Some smoke ingredients contribute functional benefits to meat and poultry applications, including possibly extending shelf life and combating spoilage.
“Smoke is a multi-dimensional ingredient, which in addition to imparting the familiar attributes of aroma, color and flavor, contains naturally occurring compounds that inhibit both oxidative rancidity and certain classes of known spoilage and pathogenic bacteria,” Mr. Johnson said. “This may extend shelf life and flavor stability during storage and distribution.”
Smoke and grill flavors also assist with adding flavor to meat analogs. This appears to be helpful in improving the taste of the growing category of plant-based meat products now on the market.
“Consumers have become accustomed to a certain flavor profile and when they go meatless," Mr. Schissler said. "They still expect that flavor profile."
Smoke flavors may assist with improving the taste of plant-based meat alternatives, in particular patties and sausages.

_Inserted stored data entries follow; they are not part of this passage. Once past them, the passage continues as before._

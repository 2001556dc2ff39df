"""Column rules -> pandera (polars backend) schema; validation collecting every failure; quarantine."""

from __future__ import annotations

import importlib
import importlib.util
import sys
from dataclasses import dataclass
from pathlib import Path
from typing import Any

import numpy as np
import pandera.polars as pa
import polars as pl

from curate.errors import InputError, PipelineFileError, SchemaFailure, first_ids
from curate.settings import ColumnRule, InputSettings

__all__ = ["Validation", "feature_kinds", "load_model", "rules_schema", "validate"]

_DTYPES = {"float": pl.Float64, "int": pl.Int64, "category": pl.String, "string": pl.String,
           "bool": pl.Boolean}


@dataclass(frozen=True)
class Validation:
    """The outcome of the input check.

    ``valid`` marks rows that passed; ``failures`` has one row per failed
    (row, column, check) with columns position, column, check, value;
    ``frame`` holds the passing rows with types coerced as the schema says.
    """

    valid: np.ndarray
    failures: pl.DataFrame
    frame: pl.DataFrame


def load_model(ref: str) -> pa.DataFrameSchema:
    """Load a pandera model or schema from ``path/to/file.py:Name`` or ``package.module:Name``."""
    module_ref, _, name = ref.rpartition(":")
    try:
        if module_ref.endswith(".py"):
            path = Path(module_ref)
            if not path.is_file():
                raise PipelineFileError(f"schema file {path} does not exist",
                                        hint="fix [input] schema = \"path/to/file.py:ClassName\"")
            spec = importlib.util.spec_from_file_location(f"curate_schema_{path.stem}", path)
            assert spec is not None and spec.loader is not None
            module = importlib.util.module_from_spec(spec)
            sys.modules[spec.name] = module
            spec.loader.exec_module(module)
        else:
            module = importlib.import_module(module_ref)
    except ImportError as err:
        raise PipelineFileError(f"cannot import schema module {module_ref!r}: {err}",
                                hint="fix [input] schema, or the import inside that file") from None
    model = getattr(module, name, None)
    if model is None:
        raise PipelineFileError(f"schema module {module_ref!r} has no {name!r}",
                                hint="fix the class name after the colon in [input] schema")
    schema = model.to_schema() if hasattr(model, "to_schema") else model
    if not isinstance(schema, pa.DataFrameSchema):
        raise PipelineFileError(f"{ref} is not a pandera polars model or schema",
                                hint="subclass pandera.polars.DataFrameModel")
    return schema


def _column(rule: ColumnRule) -> pa.Column:
    checks = []
    if rule.min is not None:
        checks.append(pa.Check.ge(rule.min))
    if rule.max is not None:
        checks.append(pa.Check.le(rule.max))
    if rule.allowed is not None:
        checks.append(pa.Check.isin(list(rule.allowed)))
    dtype = _DTYPES[rule.type] if rule.type else None
    return pa.Column(dtype, checks=checks, nullable=rule.nullable, unique=rule.unique,
                     coerce=dtype is not None)


def rules_schema(settings: InputSettings) -> pa.DataFrameSchema:
    """Build the schema: the file's column rules, plus a present, non-empty label column.

    Examples
    --------
    >>> from curate.settings import InputSettings, ColumnRule
    >>> s = rules_schema(InputSettings(Path("x.csv"), "y", columns=(ColumnRule("a", "float", 0, 1),)))
    >>> sorted(s.columns)
    ['a', 'y']
    """
    columns: dict[str, pa.Column] = {r.name: _column(r) for r in settings.columns}
    if settings.schema:
        schema = load_model(settings.schema)
        columns = {**schema.columns, **columns}
    columns.setdefault(settings.label, pa.Column(None, nullable=False))
    return pa.DataFrameSchema(columns)


def feature_columns(frame: pl.DataFrame, settings: InputSettings) -> list[str]:
    """Columns that are features: all but label, id and ignored ones (or the named list)."""
    if settings.features is not None:
        missing = [c for c in settings.features if c not in frame.columns]
        if missing:
            raise InputError(f"{settings.path}: feature columns {missing[:5]} are not in the input",
                             hint="fix [input] features, or the input's header")
        return list(settings.features)
    skip = {settings.label, settings.id, *settings.ignore}
    unknown = [c for c in settings.ignore if c not in frame.columns]
    if unknown:
        raise InputError(f"{settings.path}: ignored columns {unknown[:5]} are not in the input",
                         hint="fix [input] ignore (names are case-sensitive)")
    features = [c for c in frame.columns if c not in skip]
    if not features:
        raise InputError(f"{settings.path}: no feature columns are left",
                         hint="the table needs columns besides the label, id and ignored ones")
    return features


def feature_kinds(frame: pl.DataFrame, columns: list[str],
                  rules: tuple[ColumnRule, ...]) -> dict[str, str]:
    """Say for each feature column whether it is float, int, bool, category or string."""
    declared = {r.name: r.type for r in rules if r.type}
    kinds = {}
    for name in columns:
        dtype = frame.schema[name]
        if name in declared:
            kinds[name] = declared[name]  # type: ignore[assignment]
        elif dtype == pl.Boolean:
            kinds[name] = "bool"
        elif dtype.is_numeric():
            kinds[name] = "float" if dtype.is_float() else "int"
        elif dtype in (pl.String, pl.Categorical) or isinstance(dtype, pl.Enum):
            kinds[name] = "category"
        else:
            raise InputError(f"feature column {name!r} has type {dtype}, which curate cannot "
                             "measure distances on",
                             hint=f"add {name!r} to [input] ignore, or convert it to a number "
                                  "or a category")
    return kinds


def _failure_table(err: pa.errors.SchemaErrors) -> pl.DataFrame:
    cases = err.failure_cases
    frame = cases if isinstance(cases, pl.DataFrame) else pl.from_pandas(cases)
    return frame.select(
        pl.col("index").cast(pl.Int64).alias("position"),
        pl.col("column").cast(pl.String),
        pl.col("check").cast(pl.String),
        pl.col("failure_case").cast(pl.String).alias("value"),
    )


def _describe(failures: pl.DataFrame, ids: list[Any]) -> str:
    lines = []
    grouped = failures.group_by(["column", "check"], maintain_order=True).agg(pl.col("position"))
    for column, check, positions in grouped.iter_rows():
        where = f"column {column!r}" if column else "table"
        rows = [ids[p] for p in positions if p is not None]
        spot = first_ids(rows) if rows else "the whole column"
        lines.append(f"  {where} failed {check}: {spot}")
    return "\n".join(lines)


def _run(schema: pa.DataFrameSchema, frame: pl.DataFrame) -> tuple[pl.DataFrame | None, pl.DataFrame]:
    try:
        return schema.validate(frame, lazy=True), pl.DataFrame()
    except pa.errors.SchemaErrors as err:
        return None, _failure_table(err)
    except pa.errors.SchemaError as err:  # raised eagerly by some checks even when lazy
        return None, pl.DataFrame({"position": [None], "column": [None], "check": [str(err)],
                                   "value": [None]}, schema={"position": pl.Int64,
                                   "column": pl.String, "check": pl.String, "value": pl.String})


def validate(frame: pl.DataFrame, settings: InputSettings, ids: list[Any]) -> Validation:
    """Check ``frame`` against the pipeline's schema, collecting every failure.

    Table-level failures (a missing column, a wrong type) always stop the run.
    Row-level failures stop it too unless ``on_invalid = "quarantine"``: then
    the failing rows are marked invalid and the rest is checked once more.
    """
    schema = rules_schema(settings)
    absent = [name for name, col in schema.columns.items()
              if name not in frame.columns and getattr(col, "required", True)]
    if absent:
        raise SchemaFailure(f"input {settings.path} lacks columns the schema requires: "
                            + ", ".join(repr(c) for c in absent) + " (check column_in_dataframe)",
                            hint="fix the input's header, or the column rules / schema model; "
                                 f"the input has: {', '.join(frame.columns[:12])}")
    checked, failures = _run(schema, frame)
    if checked is not None:
        return Validation(np.ones(frame.height, dtype=bool), failures, checked)
    table_level = failures.filter(pl.col("position").is_null())
    row_level = failures.filter(pl.col("position").is_not_null())
    coerce_columns = set(row_level.filter(pl.col("check").str.contains("coerce"))["column"].to_list())
    table_level = table_level.filter(~(pl.col("column").is_in(list(coerce_columns))
                                       & pl.col("check").str.starts_with("dtype")))
    if table_level.height or settings.on_invalid == "stop":
        shown = failures if settings.on_invalid == "stop" else table_level
        raise SchemaFailure(f"input {settings.path} failed its schema:\n{_describe(shown, ids)}",
                            hint="fix the input, or the rules in the pipeline file; for bad rows "
                                 "only, on_invalid = \"quarantine\" in [input] sets them aside",
                            failures=shown)
    valid = np.ones(frame.height, dtype=bool)
    valid[row_level["position"].unique().to_numpy()] = False
    if not valid.any():
        raise SchemaFailure(f"input {settings.path}: every row failed its schema:\n"
                            f"{_describe(row_level, ids)}", hint="fix the input or the rules",
                            failures=row_level)
    rest = frame.filter(pl.Series(valid))
    checked, again = _run(schema, rest)
    if checked is None:
        rest_ids = [i for i, ok in zip(ids, valid, strict=True) if ok]
        raise SchemaFailure(f"input {settings.path} still fails its schema after quarantine:\n"
                            f"{_describe(again, rest_ids)}", hint="fix the input or the rules",
                            failures=again)
    return Validation(valid, row_level, checked)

Usage levels may be reduced, as plant-based products tend to be higher in moisture and lower in fat than their meat and poultry counterparts. This often results in increased flavor intensity.
“Seasoning companies have a great opportunity to enhance these alternate proteins to improve on acceptability,” Mr. Rodrigues said. “Counterintuitively, the goal on the seasoning side will not always be to make the plant-based protein taste like meat, as the base consumer can still have aversions to rich meaty notes through association. Within those parameters there is still a lot of room for making really delicious umami rich flavors within these plant-based protein systems to deliver to the growing expectations of the consumer.”